> _Exercise instructions_
Copy out, exactly, the first line of the entries below and every line after it through the one containing "import json".

> _Stored data_
────────────────────────────────────────

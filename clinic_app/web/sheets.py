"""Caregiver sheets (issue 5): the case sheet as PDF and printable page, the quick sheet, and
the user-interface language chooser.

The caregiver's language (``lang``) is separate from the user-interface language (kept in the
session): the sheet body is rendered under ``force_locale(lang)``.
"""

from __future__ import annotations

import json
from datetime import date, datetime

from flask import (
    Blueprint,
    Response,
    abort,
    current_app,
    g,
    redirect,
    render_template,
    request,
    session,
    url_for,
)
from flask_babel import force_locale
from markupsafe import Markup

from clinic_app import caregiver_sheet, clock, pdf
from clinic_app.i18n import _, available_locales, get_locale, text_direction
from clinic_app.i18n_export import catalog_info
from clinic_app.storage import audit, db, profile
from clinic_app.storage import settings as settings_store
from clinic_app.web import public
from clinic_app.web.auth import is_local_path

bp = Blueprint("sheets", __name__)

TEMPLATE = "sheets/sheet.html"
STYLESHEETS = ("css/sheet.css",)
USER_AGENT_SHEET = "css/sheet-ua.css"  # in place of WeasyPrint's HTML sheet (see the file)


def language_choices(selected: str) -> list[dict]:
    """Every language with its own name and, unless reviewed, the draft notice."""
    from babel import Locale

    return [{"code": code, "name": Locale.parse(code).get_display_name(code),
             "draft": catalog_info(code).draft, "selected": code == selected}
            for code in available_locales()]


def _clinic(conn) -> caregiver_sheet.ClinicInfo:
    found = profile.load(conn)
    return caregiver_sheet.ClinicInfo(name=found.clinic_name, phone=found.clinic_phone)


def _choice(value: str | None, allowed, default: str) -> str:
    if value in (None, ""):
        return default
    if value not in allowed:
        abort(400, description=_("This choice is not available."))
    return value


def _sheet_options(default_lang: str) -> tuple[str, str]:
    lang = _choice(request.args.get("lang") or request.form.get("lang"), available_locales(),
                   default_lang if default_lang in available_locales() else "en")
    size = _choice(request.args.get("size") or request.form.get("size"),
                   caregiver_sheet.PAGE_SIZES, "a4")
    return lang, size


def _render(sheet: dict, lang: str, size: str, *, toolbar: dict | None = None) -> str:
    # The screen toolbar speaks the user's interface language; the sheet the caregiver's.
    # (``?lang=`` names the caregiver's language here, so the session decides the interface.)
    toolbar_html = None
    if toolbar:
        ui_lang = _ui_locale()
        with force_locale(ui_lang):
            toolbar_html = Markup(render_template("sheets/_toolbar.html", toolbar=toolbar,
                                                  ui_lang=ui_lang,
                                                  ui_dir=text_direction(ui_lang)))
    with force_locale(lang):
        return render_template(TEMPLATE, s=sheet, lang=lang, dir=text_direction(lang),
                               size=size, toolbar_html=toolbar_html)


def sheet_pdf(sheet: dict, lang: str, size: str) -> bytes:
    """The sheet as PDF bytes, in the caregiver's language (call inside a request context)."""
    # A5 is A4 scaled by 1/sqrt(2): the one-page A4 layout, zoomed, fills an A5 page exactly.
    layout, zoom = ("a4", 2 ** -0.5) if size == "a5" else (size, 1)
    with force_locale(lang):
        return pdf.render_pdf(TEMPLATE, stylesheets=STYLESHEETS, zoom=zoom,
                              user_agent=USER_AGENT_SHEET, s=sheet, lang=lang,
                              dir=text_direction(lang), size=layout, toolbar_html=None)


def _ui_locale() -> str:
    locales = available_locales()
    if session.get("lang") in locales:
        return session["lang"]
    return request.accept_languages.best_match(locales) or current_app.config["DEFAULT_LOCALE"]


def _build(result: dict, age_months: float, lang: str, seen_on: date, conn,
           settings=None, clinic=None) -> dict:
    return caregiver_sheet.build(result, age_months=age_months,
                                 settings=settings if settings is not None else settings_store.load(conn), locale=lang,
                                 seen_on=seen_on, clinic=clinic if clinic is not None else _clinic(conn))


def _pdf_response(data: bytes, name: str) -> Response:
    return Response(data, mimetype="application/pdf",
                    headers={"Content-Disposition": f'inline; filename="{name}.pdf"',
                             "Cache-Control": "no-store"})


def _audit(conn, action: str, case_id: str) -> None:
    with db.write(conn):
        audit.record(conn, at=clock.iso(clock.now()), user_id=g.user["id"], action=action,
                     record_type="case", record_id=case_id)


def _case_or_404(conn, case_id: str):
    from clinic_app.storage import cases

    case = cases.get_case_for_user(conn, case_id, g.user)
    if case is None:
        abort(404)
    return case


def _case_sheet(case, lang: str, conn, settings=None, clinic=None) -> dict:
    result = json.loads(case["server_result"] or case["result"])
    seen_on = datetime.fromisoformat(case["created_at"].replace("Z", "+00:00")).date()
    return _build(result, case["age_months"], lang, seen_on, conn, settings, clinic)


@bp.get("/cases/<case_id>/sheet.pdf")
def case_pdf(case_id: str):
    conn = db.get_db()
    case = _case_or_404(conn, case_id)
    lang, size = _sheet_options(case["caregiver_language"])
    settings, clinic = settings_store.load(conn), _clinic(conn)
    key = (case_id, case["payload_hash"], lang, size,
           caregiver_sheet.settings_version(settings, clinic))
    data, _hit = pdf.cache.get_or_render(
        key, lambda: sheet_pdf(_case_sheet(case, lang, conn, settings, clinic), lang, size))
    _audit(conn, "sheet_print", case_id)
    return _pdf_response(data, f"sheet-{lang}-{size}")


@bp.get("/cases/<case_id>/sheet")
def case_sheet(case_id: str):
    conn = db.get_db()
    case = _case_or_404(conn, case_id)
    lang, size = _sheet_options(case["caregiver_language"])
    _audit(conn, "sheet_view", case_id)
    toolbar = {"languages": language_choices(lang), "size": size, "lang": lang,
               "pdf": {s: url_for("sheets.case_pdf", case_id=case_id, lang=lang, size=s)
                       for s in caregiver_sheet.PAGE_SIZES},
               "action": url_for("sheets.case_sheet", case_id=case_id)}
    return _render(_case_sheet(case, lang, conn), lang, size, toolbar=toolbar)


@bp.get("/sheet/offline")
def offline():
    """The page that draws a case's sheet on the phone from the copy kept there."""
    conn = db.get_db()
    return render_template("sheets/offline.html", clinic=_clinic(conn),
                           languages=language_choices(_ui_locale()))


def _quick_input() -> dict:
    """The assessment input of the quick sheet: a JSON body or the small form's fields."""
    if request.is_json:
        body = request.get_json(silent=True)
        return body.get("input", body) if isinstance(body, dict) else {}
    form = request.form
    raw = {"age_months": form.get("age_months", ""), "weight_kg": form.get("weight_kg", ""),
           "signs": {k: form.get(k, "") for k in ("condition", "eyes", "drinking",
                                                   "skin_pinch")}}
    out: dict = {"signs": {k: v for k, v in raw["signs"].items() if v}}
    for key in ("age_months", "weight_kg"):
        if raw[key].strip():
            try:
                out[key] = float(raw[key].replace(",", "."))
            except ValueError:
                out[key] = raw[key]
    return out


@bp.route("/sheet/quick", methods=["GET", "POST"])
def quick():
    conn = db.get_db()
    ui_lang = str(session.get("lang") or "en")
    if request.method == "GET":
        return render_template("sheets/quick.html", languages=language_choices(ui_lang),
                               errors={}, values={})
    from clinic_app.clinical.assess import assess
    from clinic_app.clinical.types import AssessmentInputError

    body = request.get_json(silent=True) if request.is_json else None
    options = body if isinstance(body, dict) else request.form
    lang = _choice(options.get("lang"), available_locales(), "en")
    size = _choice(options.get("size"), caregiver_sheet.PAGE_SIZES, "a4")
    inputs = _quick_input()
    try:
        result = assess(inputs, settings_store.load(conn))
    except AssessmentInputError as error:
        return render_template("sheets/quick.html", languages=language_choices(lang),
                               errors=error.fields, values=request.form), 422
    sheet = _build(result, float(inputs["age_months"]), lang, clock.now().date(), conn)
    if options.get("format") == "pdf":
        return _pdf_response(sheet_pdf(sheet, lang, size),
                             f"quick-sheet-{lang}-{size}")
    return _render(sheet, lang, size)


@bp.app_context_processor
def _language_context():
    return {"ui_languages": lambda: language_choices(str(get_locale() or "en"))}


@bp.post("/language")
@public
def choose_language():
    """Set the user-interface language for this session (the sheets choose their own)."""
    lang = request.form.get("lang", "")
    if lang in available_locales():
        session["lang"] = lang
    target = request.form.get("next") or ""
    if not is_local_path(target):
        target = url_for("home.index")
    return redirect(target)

────────────────────────────────────────

> _Result of the task_
filename clinic_app/web/sheets.py
"""Caregiver sheets (issue 5): the case sheet as PDF and printable page, the quick sheet, and
the user-interface language chooser.

The caregiver's language (``lang``) is separate from the user-interface language (kept in the
session): the sheet body is rendered under ``force_locale(lang)``.
"""

from __future__ import annotations

import json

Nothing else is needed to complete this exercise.